Forêt d’Automne

Je me rappelle encore d’un long séjour automnal d’après-guerre en Tyrol. Sous ce ciel bleu, pur, éblouissant de clarté, devant ces forêts immenses, dorées, de mélèzes, dans la solitude la plus profonde, j’ai ressenti ce que je voudrais ressentir un jour ensemble… avec vous : le complet accord de l’âme avec les choses.

Un jour, au comble de l’enthousiasme, je m’en fus jusqu’au cœur de la forêt, pour me donner la volupté de respirer cette solitude, me confondre pleinement avec elle, ressentir ses frémissements silencieux auxquels le monde végétal s’abandonne, dès qu’il plonge plus avant dans la paix religieuse, élaguant la présence des hommes.

Mais c’était trop : trop de beauté m’environnait, pour que j’eusse le temps de tout embrasser et de m’abandonner, comme je l’aurais voulu, à mon émoi.

J’y suis resté, jusqu’à une heure tardive du soir, gonflé d’or du crépuscule et des ombres violettes.

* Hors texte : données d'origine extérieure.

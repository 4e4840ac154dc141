"""The error laws and what a stated one implies, as text and as JSON; nothing is computed here."""

from __future__ import annotations

import json
import math
from typing import Any

from scantling.core.listing import listed
from scantling.law.facts import ORDERS, TAILS, FamilyFacts, LawFacts
from scantling.law.families import ErrorLaw
from scantling.report.values import noted, number
from scantling.report.wording import labelled, paragraph

SCHEMA = "scantling-laws/1"
ALL_EXIST = "every moment exists"
RECURRENCE = (
    "To a law with a variance, volatility is added as alpha, beta and leverage:"
    " sigma_t^2 = omega + (alpha + leverage 1(e < 0)) e^2 + beta sigma^2, both of the row"
    " before, omega such that the mean level is 1. alpha + leverage must not be negative, and"
    " alpha + beta + leverage times the share of E e^2 below 0 must stay below 1. lag1 to lag10"
    " make the errors an autoregression of what the rest describes. Stated laws have variance 1"
    " where it exists, else scale 1, and mean 0."
)


def render_families(found: tuple[FamilyFacts, ...]) -> str:
    """The list of families as text of at most 80 columns."""
    lines = ["Error laws, each as it is written on a command line or in a design", ""]
    for each in found:
        lines += [each.written or f"{each.family} (fitted only)"]
        lines += paragraph(each.meaning, 80, "    ")
    lines += ["", *paragraph(RECURRENCE, 80, "")]
    lines += ["", "For example: student-t:df=5,alpha=0.08,beta=0.85,leverage=0.05,lag1=0.2"]
    lines += ["`scantling laws LAW` says what a stated law implies."]
    return "\n".join(lines) + "\n"


def families_json(found: tuple[FamilyFacts, ...]) -> str:
    """The list of families as JSON."""
    return _text(
        {
            "schema": SCHEMA,
            "families": [
                {
                    "family": each.family,
                    **(
                        {"written": each.written}
                        if each.written
                        else {"written": None, "written_note": "it can only be fitted"}
                    ),
                    "meaning": each.meaning,
                }
                for each in found
            ],
        }
    )


def render_facts(facts: LawFacts) -> str:
    """What a stated law implies, as text of at most 80 columns."""
    law = facts.law
    named = ", ".join(f"{key} {value:.4g}" for key, value in law.parameters.items())
    lines = labelled("Law", f"{law.family}: {named}", 80)
    spread = f"{facts.sd:.4g}" if math.isfinite(facts.sd) else "none: the variance is missing"
    lines += labelled("Sd", spread, 80)
    lines += labelled("Tail index", _index(facts), 80)
    levels = law.autoregression
    if levels is not None:
        lines += labelled(
            "Levels",
            f"{'persist' if levels.long_run >= 1 else 'alternate'}: largest root"
            f" {levels.root:.3g} in size, variance {levels.gain:.4g} times that of"
            " the innovations",
            80,
        )
    there = [str(order) for order, exists in zip(ORDERS, facts.exists, strict=True) if exists]
    lack = [str(order) for order, exists in zip(ORDERS, facts.exists, strict=True) if not exists]
    words = f"{listed(there)} exist" if there else "none of 1 to 4 exists"
    if lack and there:
        words = f"{listed(there)} exist{'s' if len(there) == 1 else ''}; {listed(lack)} missing"
    lines += labelled("Moments", words, 80)
    kurtosis = facts.excess_kurtosis
    shown = f"{kurtosis:.4g}" if math.isfinite(kurtosis) else "missing"
    alone = law.volatility is None and levels is None
    of = "" if alone else " (of the innovations)"
    lines += labelled("Kurtosis", f"excess {shown}{of}", 80)
    unit = "times the scale" if facts.in_scale else "sd"
    ends = ", ".join(
        f"{100 * p:g} % at {value:.2f}" for p, value in zip(TAILS, facts.quantiles, strict=True)
    )
    lines += labelled("Quantiles", f"{ends} {unit}{of}", 80)
    return "\n".join(lines) + "\n"


def _index(facts: LawFacts) -> str:
    """The tail index in words, and where it comes from under volatility."""
    finite = math.isfinite(facts.tail_index)
    words = f"{facts.tail_index:.3f}" if finite else f"none: {ALL_EXIST}"
    if facts.law.volatility is None:
        return words
    own = (
        f"{facts.innovation_index:.3g}"
        if math.isfinite(facts.innovation_index)
        else "without a finite index"
    )
    return (
        f"{words}, by the Kesten equation for volatility of persistence"
        f" {facts.law.volatility.persistence:.3g} and innovations"
        f" {'of index ' if math.isfinite(facts.innovation_index) else ''}{own}"
    )


def facts_json(facts: LawFacts) -> str:
    """What a stated law implies, as JSON."""
    law, path = facts.law, facts.law.volatility
    missing = "the fourth moment is missing"
    volatility: dict[str, Any] = {"volatility": None, "volatility_note": "constant"}
    if path is not None:
        volatility = {
            "volatility": {
                "kind": path.kind,
                "persistence": number(path.persistence),
                **noted("tail_index", facts.tail_index, "no finite index implied"),
            }
        }
    return _text(
        {
            "schema": SCHEMA,
            "law": facts.written,
            "family": law.family,
            "parameters": {key: number(value) for key, value in law.parameters.items()},
            **volatility,
            **_levels(law),
            **noted("sd", facts.sd, "the variance is missing"),
            **noted("tail_index", facts.tail_index, ALL_EXIST),
            **noted("innovation_tail_index", facts.innovation_index, ALL_EXIST),
            "moments": {
                str(order): "exists" if exists else "missing"
                for order, exists in zip(ORDERS, facts.exists, strict=True)
            },
            **noted("excess_kurtosis", facts.excess_kurtosis, missing),
            "quantiles": [
                {"probability": p, "value": number(value)}
                for p, value in zip(TAILS, facts.quantiles, strict=True)
            ],
            "quantile_unit": "scale" if facts.in_scale else "sd",
        }
    )


def _levels(law: ErrorLaw) -> dict[str, Any]:
    """The autoregression that was stated, if one was."""
    if law.autoregression is None:
        return {"autoregression": None, "autoregression_note": "levels do not persist"}
    from scantling.report.document import autoregression_part

    return autoregression_part(law)


def _text(document: dict[str, Any]) -> str:
    return json.dumps(document, indent=2, ensure_ascii=False, allow_nan=False) + "\n"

Finalement le soleil disparut et la nuit pendait lourdement sur les arbres. Cet enchantement nocturne me saisit avec force, écoutant jusqu’à l’imperceptible d’un grand mystère : je comprends le langage des arbres, la parole des hommes jamais.

De temps en temps il me semblait entendre des voix voilées, douces, qui se mouraient dans le grand silence, qui retentissaient plaintivement comme le chant retardé d’un rossignol égaré.

S’il est un lieu où de toutes parts la nature enserre l’être, le reprenne à elle, c’est la forêt.

« Reviens ! Que fais-tu dans les cités arides où l’homme au cœur retiré et rétréci devient à lui seul ses raisons, sa montagne. Reviens : Pense à être une alvéole dans la forêt de miel… ! ».

Car au commencement, il y avait la forêt, mer immense, insondable, illimitée avec ses crêtes vertes, seules à contempler le ciel et les saisons…

Ô ! J’aurais voulu avoir une compagne compréhensive, qui, avec moi, se serait confondue avec la nature immense m’inspirant le sentiment le plus noble et violent qui existe ! Il n’est de transports triomphants que dans la passion de l’amour.